Sometimes the personal is concealed by the impersonal.
And vice versa.
But now Woolrich was speaking again, calling him back.
‘I’m curious,’ Woolrich was saying. ‘If a personal vendetta against the Cades is behind what’s happening, why not kill one or all of them and be done with it?’
Parker took this in. The question had not previously entered his mind. Why not kill one of the Cades? Why go to the trouble of trying to ruin them in this way?
‘He wants the Cade family to witness its own fall,’ he said at last.
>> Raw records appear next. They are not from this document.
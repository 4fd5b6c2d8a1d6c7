namespace HemoRheo.Notebooks.Tests.Reports;

public sealed class MarkupTests
{
    [Theory]
    [InlineData("<img src=x onerror=alert(1)>", "&lt;img src=x onerror=alert(1)&gt;")]
    [InlineData("a & \"b\" 'c'", "a &amp; &quot;b&quot; &#39;c&#39;")]
    [InlineData("\u0000\u001b\uffff", "\ufffd\ufffd\ufffd")]
    [InlineData("abc\u202egnp.exe", "abc\ufffdgnp.exe")]
    [InlineData("τ_y η 100 µ", "τ_y η 100 µ")]
    public void Text_from_data_is_encoded(string data, string html) => Assert.Equal($"<p>{html}</p>", Markup.Of($"<p>{data}</p>").Text);

    [Fact]
    public void A_lone_half_of_a_pair_becomes_the_replacement_character() => Assert.Equal("\ufffd", Markup.Of($"{new string((char)0xD800, 1)}").Text);

    [Fact]
    public void Markup_inside_markup_is_kept() => Assert.Equal("<p><b>&lt;</b></p>", Markup.Of($"<p>{Markup.Of($"<b>{"<"}</b>")}</p>").Text);
}
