using static System.FormattableString;

namespace HemoRheo;

/// <summary>Several curves fitted together, some parameters shared.</summary>
/// <param name="Laws">The law of each curve; all have the same parameters.</param>
/// <param name="Curves">The curves that took part; all of them where so few are left that the fit was refused.</param>
/// <param name="Errors">The error model of each curve.</param>
/// <param name="Convergence">How the fit ended.</param>
/// <param name="Parameters">Estimates on the natural scale: shared ones, then each curve's own, then the factors of loadings.</param>
/// <param name="Scaled">Estimates on the fitting scale (log or logit where bounded), in the order of the parameters; infinite for a parameter that is held at its bound.</param>
/// <param name="Covariance">Covariance of the estimates on the fitting scale, row by row, with zero rows for a parameter that is held; empty where there is none. With an unknown scale it is already multiplied by the scale estimated from all residuals together.</param>
/// <param name="StressResponse">Change of each estimate on the fitting scale when a constant stress of 1 Pa is added to every reading of every curve (linear response at the solution).</param>
/// <param name="RelativeResponse">The same when every reading is raised by one relative amount, a unit of that amount.</param>
/// <param name="Residuals">Standardized residuals, (reading - law) / standard deviation, of each curve in the order of its kept points.</param>
/// <param name="Fit">All residuals held against the error models.</param>
/// <param name="Compatibility">Whether the curves share these parameters; null where nothing is shared or it could not be tested, which a finding then says.</param>
/// <param name="Findings">Findings about the fit.</param>
/// <remarks>
/// Standard errors hold the errors of the readings and nothing else: neither the scatter between loadings nor instrument, temperature, hematocrit or torque zero.
/// Curves of different loadings share no loading error, so a shared parameter that a loading's error moves (a viscosity, a yield stress) is less certain than its standard error says; one that it does not move (a critical rate, a ratio) is not.
/// </remarks>
public sealed record JointFit(
    Items<FlowLaw> Laws,
    Items<FlowCurve> Curves,
    Items<ErrorModel> Errors,
    Convergence Convergence,
    Items<JointParameter> Parameters,
    Items<double> Scaled,
    Items<double> Covariance,
    Items<double> StressResponse,
    Items<double> RelativeResponse,
    Items<Items<double>> Residuals,
    LackOfFit Fit,
    Compatibility? Compatibility,
    Items<Finding> Findings)
{
    /// <summary>Whether values may be taken from this fit: it converged, has a covariance and no fault among its findings.</summary>
    public bool Usable => Convergence.Converged && Covariance.Count > 0 && Findings.All(finding => finding.Severity != Severity.Fault);

    /// <summary>A parameter by its name.</summary>
    /// <param name="name">Its name, as the law has it.</param>
    /// <param name="curve">Number of the curve, from 0; needed where the parameter is not shared.</param>
    /// <exception cref="ArgumentException">There is no such parameter, or it is a curve's own and no curve is given; the message lists those there are.</exception>
    public FittedParameter this[string name, int? curve = null] =>
        Parameters.FirstOrDefault(parameter => parameter.Number.Parameter.Name == name && (parameter.Shared || parameter.Curve == curve))?.Number
        ?? throw new ArgumentException($"There is no parameter '{name}' {(curve is null ? "that all curves share" : $"of curve {curve}")}; there are {string.Join(", ", Parameters.Select(Words).Distinct())}.", nameof(name));

    /// <summary>One row a parameter: estimate and standard error from the fit alone, and whose it is.</summary>
    public Table ToTable() => Table.Of("parameter", "curve", "estimate", "standard error", "unit", "why no error").WithRows(Parameters, parameter =>
    {
        var (number, unit) = (parameter.Number, parameter.Number.Parameter.Shown);
        var (estimate, error) = (unit.FromSi(number.Estimate), number.StandardError / unit.Factor);
        return
        [
            number.Parameter.Name,
            parameter.Curve is { } curve ? JointText.Name(this, curve) : "all",
            error is { } known ? Cell.Rounded(estimate, known) : estimate,
            error is { } shown ? Cell.Rounded(shown, Rounding.Uncertainty(shown)) : Cell.Empty,
            unit.Symbol,
            number.WhyNoError,
        ];
    });

    /// <inheritdoc/>
    public override string ToString() => JointText.Of(this);

    /// <summary>Name of the law.</summary>
    internal string LawName => Laws[0].Name;

    /// <summary>Samples of the curves, each once.</summary>
    internal string Samples => string.Join("+", Curves.Select(curve => curve.Label.Sample).Distinct());

    /// <summary>As a place for findings.</summary>
    internal Where Where => Where.Nowhere with { Sample = Samples };

    /// <summary>Column of a parameter of a curve's law.</summary>
    internal int Place(int curve, int parameter)
    {
        var name = Laws[curve].Parameters[parameter].Name;
        for (var k = 0; ; k++)
        {
            if (Parameters[k].Number.Parameter.Name == name && (Parameters[k].Shared || Parameters[k].Curve == curve)) return k;
        }
    }

    /// <summary>One curve's part of this fit as a fit of that curve: parameters of its law with their covariance, and the joint fit's judgment of the errors.</summary>
    internal FittedLaw Part(int curve, FlowCurve seen)
    {
        var law = Laws[curve];
        int[] places = [.. Enumerable.Range(0, law.Parameters.Count).Select(k => Place(curve, k))];
        return new(
            law,
            seen,
            Errors[curve],
            Convergence,
            places.Select(k => Parameters[k].Number).ToItems(),
            places.Select(k => Scaled[k]).ToItems(),
            places.SelectMany(r => places.Select(c => Covariance[r * Scaled.Count + c])).ToItems(),
            places.Select(k => StressResponse[k]).ToItems(),
            Residuals[curve],
            Fit,
            Findings);
    }

    private string Words(JointParameter parameter) => parameter.Curve is { } curve ? Invariant($"{parameter.Number.Parameter.Name} of curve {curve}") : parameter.Number.Parameter.Name;
}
‘And also, he isn’t roaming,’ said Woolrich. ‘He’s murdering and dumping in a defined territory, and taking his victims from the same locality.’
‘Meaning?’
‘Meaning it’s a good way to get caught. The real human predators keep moving.’
‘You think he doesn’t realize that?’ said Parker.
‘He may just be stupid, but this doesn’t strike me as the work of someone entirely lacking in intelligence.’
‘Unless it’s the point.’
‘That he wants to be caught?’
‘Eventually,’ said Parker. ‘Because whatever revelation his capture brings with it will ensure that everything – the Kovas deal, the Cades, all of it – is destroyed.’
He was close now, but still the final link dangled frustratingly beyond his grasp.
The bartender announced last call. Woolrich lifted his bottle and weighed it in his hand, as though debating whether he would be happier were it to become full again or remain empty. In the end, he decided on the latter and dropped some bills on the table.
‘I’m done,’ he said. ‘What about this Leonard Cresil?’
‘I’d hoped that he wasn’t going to be a problem in the short term,’ said Parker, remembering the benighted truck and its occupants. ‘I may have been mistaken.’
‘Did you confront him?’
‘Yes.’
‘Of course you did. I’m surprised you didn’t slap his face with a glove and challenge him to a duel.’
‘Absent the glove, that’s close to what went down.’
‘You’re not bereft of troubles as it is. Why ask for more?’
‘Cresil was about to crowd me. I wanted space to move.’
‘If you like, we can put a foot on his neck. Cresil’s time is coming. He’s running out of road, and he knows it.’
‘No,’ said Parker, ‘I have it in hand now.’
‘If you’re certain.’ Woolrich picked up his hat and jammed it on his head.
‘Where are you staying?’ said Parker.
‘Not here. Too many people in this county are winding up dead. I’ll start heading home and find somewhere to sleep along the way. I like driving in the dark. It’s more conducive to reflection.’